In summary, KO mice showed attenuated goal-approach behavior to a food-paired cue and were also impaired in performing an effortful food-seeking task, particularly during initial transition periods with more challenging reinforcement schedules. While these findings implicate βarr1 in adaptive reward-motivated learning and behavior, the fact that KO mice showed relatively normal PIT performance suggests that βarr1 is not critical for assigning motivational or response-biasing properties to food-associated cues, thus demonstrating that these behavioral impairments were not the result of an underlying deficit in Pavlovian incentive learning.

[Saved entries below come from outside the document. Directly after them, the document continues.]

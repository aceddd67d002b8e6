/** Days at whose beginning a leap second had just been added; TAI was 10 s ahead of UTC from 1972 on. Source: IERS Bulletin C. */
const added = [
  [1972, 7], [1973, 1], [1974, 1], [1975, 1], [1976, 1], [1977, 1], [1978, 1], [1979, 1], [1980, 1], [1981, 7], [1982, 7],
  [1983, 7], [1985, 7], [1988, 1], [1990, 1], [1991, 1], [1992, 7], [1993, 7], [1994, 7], [1996, 1], [1997, 7], [1999, 1],
  [2006, 1], [2009, 1], [2012, 7], [2015, 7], [2017, 1],
].map(([year, month]) => Date.UTC(year!, month! - 1, 1))

/** UTC as whole seconds off TAI begins here; before it no count of leap seconds says what the difference was. */
const utcBegins = Date.UTC(1972, 0, 1)
const taiBegins = Date.UTC(1958, 0, 1)

/** Seconds by which TAI is ahead of UTC at an instant written as UTC; null before 1972. */
export function taiAheadOfUtc(utcMs: number): number | null {
  if (utcMs < utcBegins) return null
  return 10 + added.filter((start) => start <= utcMs).length
}

/** TAI (milliseconds since 1970 as that clock writes dates) as UTC; an added second is the last of its day. */
export function utcFromTai(taiMs: number): number | null {
  if (taiMs < taiBegins) return null
  for (let i = added.length - 1; i >= -1; i--) {
    const ahead = 1000 * (11 + i)
    const begins = i < 0 ? utcBegins : added[i]!
    if (taiMs - ahead >= begins) return taiMs - ahead
    // Within the added second: 23:59:60 has no place on a scale of days of 86,400 seconds.
    if (i >= 0 && taiMs - ahead >= begins - 1000) return begins - 1
  }
  return null
}
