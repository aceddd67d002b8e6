import type { GridWindow } from '../../../shared/science/grid'
import type { GridSource, GridVariable } from '../grid-source'
import { LayerRefused } from '../layer-refused'
import { attachFlags, readFlags } from './cf-attach-flags'
import { CfAxes } from './cf-found-axes'
import { outsideRange, packingOf, unpackInPlace } from './cf-packing'
import { type Axis, type CellPlace, CellPlaces } from './cf-place'
import { coordinateOf, lookUp, roleOf } from './cf-roles'
import { isClimatological, layerTimes } from './cf-time'
import { checkDeclaredGrid } from './limits'
import { blockOf, find, type PlacedVariable, upright } from './placed-variable'
import { meaningOf } from './quantity'
import { numbersOf, plainAttributes, type RawNetcdf, type RawVariable, textOf } from './raw-netcdf'
import { deepestSurface, isDepth, type SurfaceStep, surfaceStep } from './surface-level'
import { convertInPlace, describeConversion, validLimits } from './values'
import { checkWindow } from './window'

/** Gives a NetCDF file its meaning by the CF conventions. */
export function cfSource(file: RawNetcdf, fileName: string): GridSource {
  const warnings = [...file.warnings]
  const places = new CellPlaces(file)
  const found = new CfAxes(file)
  const helpers = helperNames(file)
  const placed: PlacedVariable[] = []
  let climatological: string | null = null
  let deep: string | null = null
  for (const raw of file.variables) {
    if (raw.type === null || raw.dimensions.length < 2 || helpers.has(raw.name)) continue
    const axes = axesOf(file, raw)
    const cells = places.of(raw, axes)
    if (!cells) continue
    const stepAxis = axes.findIndex((axis) => axis?.role === 'time')
    const surface = surfaceOf(file, raw, axes, [cells.rowAxis, cells.columnAxis, stepAxis])
    warnings.push(...surface.warnings)
    if (surface.deep !== null) {
      deep ??= surface.deep
      warnings.push(`${raw.name} was left out: ${surface.deep}`)
    }
    if (!surface.start) continue
    const time = axes[stepAxis]?.coordinate ?? scalarOf(file, raw, 'time')
    if (isClimatological(raw, time)) {
      climatological ??= raw.name
      warnings.push(`${raw.name} was left out: it is a climatology (several years folded into one).`)
      continue
    }
    const one = place(file, raw, cells, { start: surface.start, stepAxis: stepAxis < 0 ? null : stepAxis, time }, warnings)
    one.variable.axes = found.of(raw, axes)
    placed.push(one)
  }
  if (placed.length === 0) throw nothingPlaced(file, fileName, { climatological, deep })
  if (placed.every(({ variable }) => variable.times.length === 0)) {
    throw new LayerRefused('no-time', 'This file holds no time step: its time axis is empty.', { fileName, variables: placed.slice(0, 20).map(({ variable }) => variable.name) })
  }
  attachFlags(file, placed, warnings)

  return {
    format: file.format,
    variables: placed.map(({ variable }) => variable),
    globalAttributes: plainAttributes(file.attributes),
    warnings: [...new Set([...warnings, ...places.warnings])],
    readWindow: async (name, step, window) => readWindow(file, find(placed, name), step, window),
    readFlags: async (name, step, window, flagVariable) =>
      readFlags(file, placed, find(placed, name), step, window, flagVariable),
    readOutside: async (name, step, window) => readOutside(file, find(placed, name), step, window),
    close: () => file.close(),
  }
}

function axesOf(file: RawNetcdf, raw: RawVariable): (Axis | null)[] {
  return raw.dimensions.map(({ name }) => {
    const coordinate = coordinateOf(file, name)
    const role = coordinate && roleOf(coordinate)
    return role ? { role, coordinate } : null
  })
}

/** Where a variable's surface begins along its other dimensions; null when it has no single surface. */
function surfaceOf(
  file: RawNetcdf,
  raw: RawVariable,
  axes: readonly (Axis | null)[],
  known: readonly number[],
): { start: number[] | null; warnings: string[]; deep: string | null } {
  const start = raw.dimensions.map(() => 0)
  const warnings: string[] = []
  const others: string[] = []
  const levels: SurfaceStep[] = []
  for (const [index, { name, size }] of raw.dimensions.entries()) {
    if (known.includes(index)) continue
    const axis = axes[index]
    const surface = axis?.role === 'vertical' ? surfaceStep(file, axis.coordinate) : null
    if (surface) start[index] = surface.step
    else if (size !== 1) others.push(`${size} of ${name}`)
    if (surface?.at) levels.push(surface)
    if (surface && size > 1) warnings.push(`${raw.name} has ${size} levels; the one at the surface is read.`)
  }
  const lone = scalarOf(file, raw, 'vertical')
  // A height without a dimension may be that of the instrument.
  const alone = lone && isDepth(lone) ? surfaceStep(file, lone) : null
  if (alone?.at) levels.push(alone)
  const tooDeep = levels.find((level) => level.deep)
  if (tooDeep) {
    const deep = `its only level is ${tooDeep.at}, and Offing reads the surface, down to ${deepestSurface} m.`
    return { start: null, warnings: [], deep }
  }
  warnings.push(...levels.map(({ at }) => `${raw.name} is not at the surface: its only level is ${at}.`))
  if (others.length === 0) return { start, warnings, deep: null }
  const problem = `${raw.name} was left out: it has ${others.join(' and ')}, and Offing reads one surface at a time.`
  return { start: null, warnings: [problem], deep: null }
}

/** A single time or level may stand in a variable without dimensions, named by `coordinates`; a time also by being called so. */
function scalarOf(file: RawNetcdf, raw: RawVariable, role: 'time' | 'vertical'): RawVariable | null {
  const named = (textOf(raw.attributes, 'coordinates') ?? '').split(/\s+/).filter(Boolean)
  for (const name of role === 'time' ? [...named, 'time'] : named) {
    const variable = lookUp(file, raw, name)
    const size = variable?.dimensions.reduce((product, dimension) => product * dimension.size, 1)
    if (variable?.type && size === 1 && roleOf(variable) === role) return variable
  }
  return null
}

/** Bounds and the like belong to other variables and are no layers. */
function helperNames(file: RawNetcdf): Set<string> {
  const names = new Set<string>()
  for (const variable of file.variables) {
    for (const attribute of ['bounds', 'climatology']) {
      const name = textOf(variable.attributes, attribute)
      const target = name === null ? null : lookUp(file, variable, name)
      if (target) names.add(target.name)
    }
  }
  return names
}

function place(
  file: RawNetcdf,
  raw: RawVariable,
  cells: CellPlace,
  { start, stepAxis, time }: { start: number[]; stepAxis: number | null; time: RawVariable | null },
  warnings: string[],
): PlacedVariable {
  const { rowAxis, columnAxis } = cells
  const size = (axis: number | null) => (axis === null ? 1 : raw.dimensions[axis]!.size)
  checkDeclaredGrid(raw.name, size(rowAxis), size(columnAxis), size(stepAxis))
  const grid = cells.grid()
  const packing = packingOf(raw)
  const named = {
    name: raw.name,
    longName: textOf(raw.attributes, 'long_name'),
    standardName: textOf(raw.attributes, 'standard_name'),
    fileUnit: textOf(raw.attributes, 'units'),
  }
  const wavelength = numbersOf(raw.attributes, 'radiation_wavelength')[0] ?? numbersOf(raw.attributes, 'wavelength')[0]
  const meaning = meaningOf({ ...named, wavelengthAttribute: wavelength ?? null })
  for (const warning of [packing.warning, meaning.warning]) if (warning) warnings.push(warning)
  const variable: GridVariable = {
    ...named,
    unit: meaning.unit,
    conversion: describeConversion(packing.note, meaning),
    quantity: meaning.quantity,
    wavelengthNm: meaning.wavelengthNm,
    ...validLimits(packing.validMin, packing.validMax, meaning),
    grid,
    times: layerTimes(file, time, raw.name),
    attributes: plainAttributes(raw.attributes),
    dimensions: raw.dimensions.map((dimension) => ({ ...dimension })),
  }
  return { raw, variable, packing, meaning, rowAxis, columnAxis, stepAxis, start }
}

function readWindow(file: RawNetcdf, placed: PlacedVariable, step: number, window: GridWindow): Float64Array {
  checkWindow(placed.variable, step, window)
  const { start, count } = blockOf(placed, step, window)
  const block = file.read(placed.raw, start, count)
  unpackInPlace(block, placed.packing)
  convertInPlace(block, placed.meaning)
  return upright(placed, block, window)
}

function readOutside(file: RawNetcdf, placed: PlacedVariable, step: number, window: GridWindow): Uint8Array {
  checkWindow(placed.variable, step, window)
  const { start, count } = blockOf(placed, step, window)
  return upright(placed, outsideRange(file.read(placed.raw, start, count), placed.packing), window)
}

function nothingPlaced(file: RawNetcdf, fileName: string, { climatological, deep }: Record<'climatological' | 'deep', string | null>): LayerRefused {
  const facts = { fileName, variables: file.variables.slice(0, 50).map(({ name }) => name) }
  if (climatological !== null) {
    return new LayerRefused(
      'climatology',
      `${climatological} is a climatology (several years folded into one), not an observation.`,
      { ...facts, variable: climatological },
    )
  }
  if (deep !== null) return new LayerRefused('not-surface', `The file holds nothing of the sea’s surface: ${deep}`, facts)
  const fields = file.variables.filter(
    ({ type, dimensions }) => type !== null && dimensions.filter(({ size }) => size > 1).length >= 2,
  )
  if (fields.length === 0) {
    return new LayerRefused('no-grid', 'The file holds no variable on a latitude and longitude grid.', facts)
  }
  const roles = new Set(file.variables.map((variable) => roleOf(variable)))
  return new LayerRefused(
    'unknown-place',
    roles.has('latitude') && roles.has('longitude')
      ? 'The file gives latitudes and longitudes, but not on the dimensions of its grids, so nobody can tell where their cells are.'
      : roles.has('projected')
        ? 'The grids of this file lie on a map projection that it does not name, or that Offing does not know.'
        : 'The file holds grids, but not the latitudes and longitudes that say where they are.',
    { ...facts, fields: fields.slice(0, 20).map(({ name }) => name) },
  )
}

βarr1 regulates glutamatergic function in the NAc shell

So as to explore the molecular underpinnings of the behavioral impairments in reward-motivated behavior seen in KO mice, we performed a series of electrophysiological experiments. We focused on the glutamatergic system, a critical component of reward-related adaptations [41], within the NAc shell, a hub of reward-related signaling and glutamatergic function [26, 42].

The AMPA/NMDA ratio.

A basal disruption of glutamatergic signaling, in particular that of AMPARs, may influence cocaine-seeking behaviors [43]. We therefore assessed basal glutamatergic synaptic strength, assessed by the A/N ratio, in WT, βarr1 and βarr2 KO MSNs. AMPAR currents were defined by the peak eEPSCs at -70mV in the presence of BIC whereas NMDAR currents were defined by the average current 45–55 ms after the peak eEPSC at +40mV in the presence of BIC. One-way ANOVA revealed a significant effect of genotype on the A/N ratio (WT: n = 20 cells, 6 mice, βarr1 KO: n = 20 cells, 5 mice, βarr2 KO: n = 6 cells, 2 mice; p < 0.0001) and post-hoc analysis showed that MSNs a higher A/N ratio in βarr1 KO mice compared with that of WT and βarr2 KO mice (Fig 3A).

Fig 3. Deleting βarr1 alters glutamatergic synaptic strength in MSNs of the NAc shell.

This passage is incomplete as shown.